Ich würde mich herzlich bedanken, wenn sich bei finsteren Experimenten an einem Abend oder WE 10x oder öfter meine Platten ausschalten und wieder hochfahren würden. Die Platten auch.  Das muss nicht sein.


----------



## Bioschnitzel (10. November 2011)

OctoCore schrieb:


> Das hat einen völlig anderen Effekt - mit dem Powertaster schaltest du die Kiste aus, mit dem Resettaster nicht (abgesehen davon muss man nicht dumm sekundenlang den Finger auf dem Schalter lassen).
> Ich würde mich herzlich bedanken, wenn sich bei finsteren Experimenten an einem Abend oder WE 10x oder öfter meine Platten ausschalten und wieder hochfahren würden. Die Platten auch.  Das muss nicht sein.


 
Nur weil du deine Kiste bis zur Instabilität übertakten und ständig resetten musst, heißt das nicht das der Kumpel vom TE das auch tut. Hier wurde gefragt wie er einfach den Rechner wieder einschalten kann. Und Anstatt mitn Schraubenzieher, irgendwelchen Bastellösungen oder gar Power-Buttons die nicht ins Case passen zu bestellen, kann er einfach den Resetschalter nutzen.


----------



## 2fast4uall (10. November 2011)

AMD vs Intel schrieb:


> Hi!
> 
> Kumpel von mir....


----------



## Dr Bakterius (10. November 2011)

Wo ist das Problem den Wertstoffhof zu besuchen und so einen Taster aus einer PC Leiche zu bergen. Vom Aufbau her sind die Dinger gleich und werden ja nur in endsprechend passende Aufnahmen gesteckt.


----------



## Crenshaw (10. November 2011)

Dr Bakterius schrieb:


> Wo ist das Problem den Wertstoffhof zu besuchen und so einen Taster aus einer PC Leiche zu bergen. Vom Aufbau her sind die Dinger gleich und werden ja nur in endsprechend passende Aufnahmen gesteckt.


 
Wollt ich auch nochmal drauf hinweisen! Hier klingt es ja mittlerweile so als ob Reset und Powerschalter, komplett andere Sachen wären. 
Es ist in erster Linie ein Knopf! 
Und die Frage des TEs war:
"Wie kann er sein PC einfach wieder starten?"
Antwort: Klemm den Reset schalter an den Poweranschluss und freu dich 
Wenn er natürlich das System über das mögliche übertakten will (da empfehle ich ihm sowieso ein Benchtable ) soll er sich halt noch ein kleinen Schalter besorgen. Wo ist das Problem? 
Und wenn er ein benchtable sich kauft kann ers auch direkt über kurzschließen der Kontakte machen  Hab ich auch ne Zeit lang gemacht!


----------



## Bioschnitzel (10. November 2011)

> Wo ist das Problem den Wertstoffhof zu besuchen und so einen  Taster aus einer PC Leiche zu bergen. Vom Aufbau her sind die Dinger  gleich und werden ja nur in endsprechend passende Aufnahmen gesteckt.

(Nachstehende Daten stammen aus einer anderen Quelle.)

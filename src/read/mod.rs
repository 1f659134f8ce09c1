//! From files to plain data: the only place where fabrication data, reviews and styles are read.
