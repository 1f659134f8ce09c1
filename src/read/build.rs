//! Reads a fabrication set into a board: the one entry point of this room for board files.

use super::copper::{CopperFile, build};
use super::drill::{DrillFile, DrillHole, read_drill, tool_function};
use super::gerber::{Image, read_image};
use super::holes::{DrillSet, add_holes};
use super::log::Log;
use super::outline::outline;
use super::set::{Selection, file_attribute, select};
use super::source::{Source, open_set};
use super::stackup::stackup;
use super::ties::find_ties;
use crate::board::{Board, CopperKind, Plating};
use crate::diag::code::read as code;
use crate::diag::{Diagnostic, Severity};
use crate::geom::{Bounds, Polygon, Region};
use rayon::prelude::*;
use std::collections::BTreeMap;
use std::path::Path;

/// Reads the folder or ZIP archive at `path`.
///
/// All files are read to their end. Gives the board with warnings and notes, or all messages when at least one of them
/// is an error: nothing of a set with errors is used.
pub fn read_board(path: &Path) -> Result<(Board, Vec<Diagnostic>), Vec<Diagnostic>> {
    let mut messages = Vec::new();
    let sources = open_set(path, &mut messages);
    let selection = if has_error(&messages) { Selection::default() } else { select(sources, &mut messages) };
    if has_error(&messages) && selection.copper.is_empty() {
        return Err(messages);
    }
    read_selection(selection, messages)
}

fn has_error(messages: &[Diagnostic]) -> bool {
    messages.iter().any(|message| message.severity == Severity::Error)
}

fn image(source: &Source) -> (Image, Log) {
    let mut log = Log::new(source.name.clone());
    let image = read_image(&source.text, &mut log);
    (image, log)
}

fn read_selection(
    selection: Selection,
    mut messages: Vec<Diagnostic>,
) -> Result<(Board, Vec<Diagnostic>), Vec<Diagnostic>> {
    let copper: Vec<(Image, Log)> = selection.copper.par_iter().map(|(_, source)| image(source)).collect();
    let mut files = Vec::new();
    for ((image, mut log), (_, source)) in copper.into_iter().zip(&selection.copper) {
        if file_attribute(&source.text, "FilePolarity")
            .is_some_and(|fields| fields.first() == Some(&"Negative"))
        {
            let text = "a copper layer in negative polarity is not supported: export it as a positive";
            log.error(0, code::GERBER_NEGATIVE, text);
        }
        messages.extend(log.finish());
        files.push(CopperFile { file: source.name.clone(), image });
    }
    let mut board = Board::default();
    if let Some(source) = &selection.profile {
        let (image, mut log) = image(source);
        board.outline = outline(&image.objects, &mut log);
        messages.extend(log.finish());
    }
    let drills: Vec<DrillSet> =
        selection.drills.iter().map(|(source, is_gerber)| drill(source, *is_gerber, &mut messages)).collect();
    let values = part_values(&selection.components, &mut messages);
    if has_error(&messages) {
        return Err(messages);
    }
    let set = build(files, &values, &mut messages);
    (board.layers, board.nets, board.pins, board.parts) = (set.layers, set.nets, set.pins, set.parts);
    if board.nets.is_empty() {
        let text = "the copper must say its nets (`TO.N` attributes); got none";
        let hint = "export Gerber X2 with net attributes: a return current is that of a net";
        messages.push(Diagnostic::error(code::SET_NETS, text).hint(hint));
        return Err(messages);
    }
    if let Some((job, _)) = &selection.job {
        (board.title, board.revision) = (job.title.clone(), job.revision.clone());
    }
    board.stackup = stackup(board.layers.len(), selection.job.as_ref(), &mut messages);
    if board.outline.0.is_empty() {
        board.outline = outline_of_copper(&board, selection.profile.as_ref(), &mut messages);
    }
    if drills.is_empty() {
        let text = "the set has no drill file: layers are not joined by any hole";
        messages.push(Diagnostic::warning(code::DRILL_MISSING, text));
    }
    add_holes(&mut board, &drills, &mut messages);
    board.ties = find_ties(&board, &mut messages);
    if has_error(&messages) { Err(messages) } else { Ok((board, messages)) }
}

/// The box round all copper, where no profile closes.
fn outline_of_copper(board: &Board, profile: Option<&Source>, messages: &mut Vec<Diagnostic>) -> Region {
    let bounds = board.layers.iter().fold(Bounds::EMPTY, |all, layer| all.union(layer.copper.bounds()));
    let why = if profile.is_some() { "the profile has no closed line" } else { "the set has no profile" };
    let text = format!("{why}; the board is taken to be the box round its copper");
    let mut message = Diagnostic::warning(code::OUTLINE_MISSING, text);
    message.place.file = profile.map(|source| source.name.clone());
    messages.push(message);
    if bounds.is_empty() {
        return Region::default();
    }
    let corner = |x, y| crate::geom::Point::new(x, y);
    let (min, max) = (bounds.min, bounds.max);
    let outer = vec![corner(min.x, min.y), corner(max.x, min.y), corner(max.x, max.y), corner(min.x, max.y)];
    Region(vec![Polygon { outer, holes: Vec::new() }])
}

/// Values of parts from component layers.
fn part_values(sources: &[Source], messages: &mut Vec<Diagnostic>) -> BTreeMap<String, String> {
    let mut values = BTreeMap::new();
    for source in sources {
        let (image, log) = image(source);
        // A component layer adds only values: what is wrong in it must not stop the board.
        if log.has_error() {
            let text = "the component layer cannot be read without errors; part values are left out";
            let mut message = Diagnostic::warning(code::FILE_IGNORED, text);
            message.place.file = Some(source.name.clone());
            messages.push(message);
            continue;
        }
        for object in image.objects {
            if let (Some(part), Some(value)) = (&object.tags.part, &object.tags.value) {
                values.entry(part.clone()).or_insert_with(|| value.clone());
            }
        }
    }
    values
}

fn drill(source: &Source, is_gerber: bool, messages: &mut Vec<Diagnostic>) -> DrillSet {
    let mut log = Log::new(source.name.clone());
    let file = if is_gerber {
        gerber_drill(read_image(&source.text, &mut log), &mut log)
    } else {
        read_drill(&source.text, &mut log)
    };
    messages.extend(log.finish());
    let function = file.file.get("FileFunction").map(|(fields, _)| fields.as_slice()).unwrap_or_default();
    let plating = match function.first().map(String::as_str) {
        Some("Plated") => Some(Plating::Plated),
        Some("NonPlated") => Some(Plating::NonPlated),
        _ => None,
    };
    let layer = |index: usize| function.get(index)?.parse::<usize>().ok()?.checked_sub(1);
    let span = layer(1).zip(layer(2));
    DrillSet { file: source.name.clone(), plating, span, holes: file.holes }
}

/// Holes of a drill file in Gerber format: flashes are holes, draws are slots.
fn gerber_drill(image: Image, log: &mut Log) -> DrillFile {
    let mut holes = Vec::new();
    for object in image.objects.into_iter().filter(|object| object.dark) {
        let (plating, via) = object.function.as_deref().map_or((None, None), tool_function);
        let line = object.line;
        match object.kind {
            CopperKind::Draw { path, width_m } if width_m > 0.0 => {
                holes.push(DrillHole { path, diameter_m: width_m, plating, via, line });
            }
            CopperKind::Flash { at, shape } => {
                let bounds = shape.bounds();
                let diameter_m = bounds.width().min(bounds.height());
                if diameter_m > 0.0 {
                    // An oblong flash is a slot along its longer side.
                    let reach = (crate::geom::Point::new(bounds.width(), bounds.height())
                        + crate::geom::Point::new(-diameter_m, -diameter_m))
                        * 0.5;
                    let path = if reach.length() > 1e-9 { vec![at - reach, at + reach] } else { vec![at] };
                    holes.push(DrillHole { path, diameter_m, plating, via, line });
                }
            }
            CopperKind::Draw { .. } => {}
            CopperKind::Fill { .. } => {
                log.warning(
                    line,
                    code::DRILL_SYNTAX,
                    "a region in a drill file is not a hole; it is left out",
                );
            }
        }
    }
    DrillFile { file: image.file, holes }
}
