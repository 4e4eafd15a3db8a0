"""The algebraic side of an equality: on which components it holds, in each formulation.

Algebra knows a length only by its square.  Over a component of the hypotheses every length is
adjoined in turn: where its square is a square s^2 in the field, two components arise, length =
s and length = -s; else the field grows and both signs are conjugate.  Exact zero tests decide
each formulation on each component; no polynomial is expanded.
"""

from __future__ import annotations

from collections.abc import Callable
from dataclasses import dataclass
from enum import Enum

from ..field import roots
from ..field.tower import Element
from ..figure.component import Component
from ..figure.conditions import equations
from ..figure.plane import Vec
from ..figure.quantities import value
from ..figure.reader import Reader
from ..sheet.tree import Comparison, Measure, PointRef, Relation

MAX_PARTS = 4096


class Form(Enum):
    """The five formulations of an equality."""

    AUXILIARY = "auxiliary"
    SQUARED = "squared"
    SIGN_PRODUCT = "sign_product"
    ELIMINANT = "eliminant"
    MINIMAL = "minimal"


class Status(Enum):
    """Over the components of the hypotheses that dominate the free parameters."""

    TRUE = "generally true"
    FALSE = "generally false"
    PARTS = "true on parts and false on parts"
    NONE = "no component dominates"


@dataclass(frozen=True)
class Part:
    """One component of the hypotheses with every length adjoined.

    `folds` are the dependent lengths as (s, sign): length = sign * s.  `true` says whether the
    equality holds identically on it, `opposite` whether left = -right does.
    """

    comp: Component
    degree: int
    folds: tuple[tuple[Element, int], ...]
    true: bool
    opposite: bool

    @property
    def signs(self) -> str:
        """The signs of the dependent lengths, in the order they are met."""
        return " ".join("+" if s > 0 else "-" for _, s in self.folds)


class _Fork(Exception):
    pass


class _Signed(Reader):
    """Reads quantities with a prescribed sign for every dependent length."""

    def __init__(self, comp: Component, choices: tuple[int, ...], separate: bool) -> None:
        self.comp = comp.copy()
        self.elements = comp.kept
        self.separate = separate
        self.name: object = None
        self.choices = choices
        self.folds: list[tuple[Element, int]] = []
        self.known: dict[object, Element] = {}

    def kept(self, name: object, make: Callable[[], Element]) -> Element:
        """An element that depends on no sign, computed once for the component."""
        if name not in self.elements:
            self.elements[name] = make()
        return self.elements[name]

    def span(self, a: PointRef, b: PointRef) -> Element:
        """A distance; with `separate` an unknown of its own even if its square is met before."""
        outer = self.name
        if self.separate:
            self.name = frozenset((str(a), str(b)))
        try:
            return super().span(a, b)
        finally:
            self.name = outer

    def measuring(self, q: Measure) -> None:
        """The same for every other measured quantity."""
        if self.separate:
            self.name = q.kind, q.points, q.line

    def _folded(self, s: Element) -> Element:
        if len(self.folds) == len(self.choices):
            raise _Fork
        sign = self.choices[len(self.folds)]
        self.folds.append((s, sign))
        return s * sign

    def absolute(self, e: Element) -> Element:
        """A length whose square is e^2."""
        if e.is_zero():
            return e
        name = self.name, (e * e).key()
        if name not in self.known:
            self.known[name] = self._folded(e)
        return self.known[name]

    def root(self, q: Element) -> Element:
        """A length whose square is q."""
        if q.is_zero():
            return q
        name = self.name, q.key()
        if name not in self.known:
            s = roots.sqrt(q, self.comp.tower)
            if s is not None:
                self.known[name] = self._folded(s)
            else:
                self.comp.tower, r = self.comp.tower.adjoin_sqrt(q, "either", "length")
                self.known[name] = r
        return self.known[name]

    def divide(self, a: Element, b: Element, words: str) -> Element:
        """a/b."""
        return a / b

    def differ(self, a: Vec, b: Vec, words: str) -> None:
        """Nothing to check in algebra."""


def parts(
    comp: Component,
    claim: Comparison | Relation,
    tick: Callable[[], None] = lambda: None,
    separate: bool = True,
) -> list[Part]:
    """All parts of one component for an equality.  With `separate` every distance is an unknown
    of its own; without, distances with the same square are one."""
    out: list[Part] = []
    pending: list[tuple[int, ...]] = [()]
    while pending and len(out) < MAX_PARTS:
        tick()
        choices = pending.pop()
        r = _Signed(comp, choices, separate)
        try:
            if isinstance(claim, Relation):
                true = opposite = all(e.is_zero() for e in equations(claim, r) or ())
            else:
                left, right = (value(q, r) for q in claim.items)
                true, opposite = (left - right).is_zero(), (left + right).is_zero()
        except _Fork:
            pending += [(*choices, -1), (*choices, 1)]
            continue
        except ZeroDivisionError:
            continue
        folds = tuple(r.folds)
        degree = r.comp.tower.degree
        out.append(Part(comp, degree, folds, true, opposite))
    return out


def statuses(all_parts: list[Part], minimal: list[Part]) -> dict[str, Status]:
    """Status of each formulation; `minimal` are the parts on which the minimal polynomial's own
    sign pattern lives."""
    by_comp: dict[int, list[Part]] = {}
    for p in all_parts:
        by_comp.setdefault(id(p.comp), []).append(p)
    product = [any(p.true for p in ps) or any(p.opposite for p in ps) for ps in by_comp.values()]
    return {
        Form.AUXILIARY.value: _status([p.true for p in all_parts]),
        Form.SQUARED.value: _status([p.true or p.opposite for p in all_parts]),
        Form.SIGN_PRODUCT.value: _status(product),
        Form.ELIMINANT.value: _status(product),
        Form.MINIMAL.value: _status([p.true for p in minimal]),
    }


def _status(truths: list[bool]) -> Status:
    if not truths:
        return Status.NONE
    if all(truths):
        return Status.TRUE
    return Status.PARTS if any(truths) else Status.FALSE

Die Frage ist ja, ob der Knopf defekt ist (meistens brechen die schnell) oder ab der eigentliche Schalter wie du ihn meinst defekt ist.


----------



## Account gelöscht am 11.01.2013 (4) (10. November 2011)

Hi!

Erstmal vielen dank für euere Antworten...


@  2fast4uall                    

Ja es ist echt nen Kumpel von mir passiert wegen dem blöden schalter...
Der schalter is reingedrückt, klemmt wie sau... und rührt sich nicht mehr...

Diese Case is es was er hat...
Es ist an sich schon recht fertig... (geht damit nicht gerade Vorsichtig mit um)...
Will sich aber nen neues für wenig Geld holen...



Werden den tip mit dem Reset Kopf mal versuchen...


----------



## Bioschnitzel (10. November 2011)

Falls ihr beiden nicht wisst wies s im PC aussieht,

Einfach die Kabel vom Einschalter und vom Resetschalter verfolgen, und dann den Resetschalter auf die Pins stecken wo vorher der Einschalter war.


----------



## Dr Bakterius (10. November 2011)

Besorg doch einfach so einen Taster vom Schrott und klebe den dort irgenwo hin.


----------



## Account gelöscht am 11.01.2013 (4) (10. November 2011)

Hi!

So... also wie's im PC aussieht weis ich auf jedenfall... habe schon zig PC's zusamen gestellt... 
Nur die idee mit dem Power Reset... da habe ich nicht dran gedacht... 

So haben es nun mit dem Power Reset gemacht...
Nen Schalter zu besorgen und rumzubasteln wollen wa nicht...
Es soll nun nen neues Case für schmales Geld her...

Es muss kein GamerCAse sein, es soll nen +aar lüfter inkl. haben... und nen normales Case sein...
Nur bin ich nicht der Fan von Normalo Cases 

Hat wer nen vorschlag?
Bei den PC Läden in unserem Umkreis haben leider nur Teure, oder es sagt Ihm nicht zu...
Kosten darf es 45.-Euro... wenn's 5 Euro mnehr sind is auch noch ok...


----------



## Crenshaw (10. November 2011)

CA-0270GR Xerxes

"Das gefällt mir"


----------



## Dr Bakterius (10. November 2011)

Xigmatek Asgard; Coolermaster Elite 330 / 430, Sharkoon Vaya / Tarea oder T5 Economy usw


----------



## Account gelöscht am 11.01.2013 (4) (11. November 2011)

Hi!

Das  CA-0270GR Xerxes  is schon ehr sein fall...
Is sich aber nicht sicher wegen der Lüfterfarbe... wegen dem Grün...


----------



## bravo-two-zero (12. November 2011)

Vx-E

CA-0280 Longhorn

Qs-200

wie siehts damit aus?


----------